Collected data entries
==============================

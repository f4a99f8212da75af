/**
 * What the saddle-node, Hopf and pitchfork systems of the maps (saddle-node-curve.ts, hopf-curve.ts,
 * branch-point-curve.ts) share: an ExtendedSystem in y = (..., a, b) with the two free parameters
 * last, a state block at the front, a normalization vector c, and scratch buffers for F, J and the
 * derivatives the two-parameter compiler provides (two-parameter-system.ts). Continued by the one
 * driver, numerics/continue-curve.ts.
 */
import type { ExtendedSystem } from '../numerics/extended-system.js';
import type { TwoParameterSystem } from './two-parameter-system.js';

export abstract class TwoParameterCurveSystem implements ExtendedSystem {
  readonly size: number;
  readonly parameterIndex: readonly number[];
  readonly stateIndex: readonly number[];
  /** Dimension of the model's state. */
  readonly n: number;
  /** Normalization vector of the null vector (renewed by rebase). */
  c: Float64Array;
  /** Scratch: state x, vector v, F, J, H(v) = d(J v)/dx (n x n), F_a, F_b, J_a v, J_b v. */
  protected readonly x: Float64Array;
  protected readonly v: Float64Array;
  protected readonly f: Float64Array;
  protected readonly j: Float64Array;
  protected readonly h: Float64Array;
  protected readonly fa: Float64Array;
  protected readonly fb: Float64Array;
  protected readonly ja: Float64Array;
  protected readonly jb: Float64Array;

  /** size N of y (a = y[N-2], b = y[N-1]); the state is y[0..stateCount). */
  constructor(readonly sys: TwoParameterSystem, size: number, stateCount: number, c: ArrayLike<number>) {
    const n = sys.dimension;
    this.n = n;
    this.size = size;
    this.parameterIndex = [size - 2, size - 1];
    this.stateIndex = Array.from({ length: stateCount }, (_, i) => i);
    this.c = Float64Array.from(c);
    this.x = new Float64Array(n);
    this.v = new Float64Array(n);
    this.f = new Float64Array(n);
    this.j = new Float64Array(n * n);
    this.h = new Float64Array(n * n);
    this.fa = new Float64Array(n);
    this.fb = new Float64Array(n);
    this.ja = new Float64Array(n);
    this.jb = new Float64Array(n);
  }

  abstract residual(y: Float64Array, out: Float64Array): void;
  abstract jacobian(y: Float64Array, out: Float64Array): void;

  /**
   * Rebase of a null vector u = y[offset .. offset + len) normalized by c . u = 1: with |c| = 1,
   * |u| = 1 / cos(angle(c, u)) >= 1; past 60 degrees (|u| > 2) u is rescaled to unit length and c set
   * to it. The point stays on the curve (the null-vector equations are homogeneous in u).
   */
  protected rescaleNull(y: Float64Array, offset: number, len: number): boolean {
    let sq = 0;
    for (let i = 0; i < len; i++) sq += y[offset + i] * y[offset + i];
    if (sq <= 4) return false;
    const s = 1 / Math.sqrt(sq);
    for (let i = 0; i < len; i++) {
      y[offset + i] *= s;
      this.c[i] = y[offset + i];
    }
    return true;
  }
}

==============================

What you are asked to do: Of the lines above, retype only those from the line containing "protected readonly v: Float64Array;" through the line containing "abstract residual(y: Float64Array, out: Float64Array): void;", including both, exactly.

Exercise solution:
  protected readonly v: Float64Array;
  protected readonly f: Float64Array;
  protected readonly j: Float64Array;
  protected readonly h: Float64Array;
  protected readonly fa: Float64Array;
  protected readonly fb: Float64Array;
  protected readonly ja: Float64Array;
  protected readonly jb: Float64Array;

  /** size N of y (a = y[N-2], b = y[N-1]); the state is y[0..stateCount). */
  constructor(readonly sys: TwoParameterSystem, size: number, stateCount: number, c: ArrayLike<number>) {
    const n = sys.dimension;
    this.n = n;
    this.size = size;
    this.parameterIndex = [size - 2, size - 1];
    this.stateIndex = Array.from({ length: stateCount }, (_, i) => i);
    this.c = Float64Array.from(c);
    this.x = new Float64Array(n);
    this.v = new Float64Array(n);
    this.f = new Float64Array(n);
    this.j = new Float64Array(n * n);
    this.h = new Float64Array(n * n);
    this.fa = new Float64Array(n);
    this.fb = new Float64Array(n);
    this.ja = new Float64Array(n);
    this.jb = new Float64Array(n);
  }

  abstract residual(y: Float64Array, out: Float64Array): void;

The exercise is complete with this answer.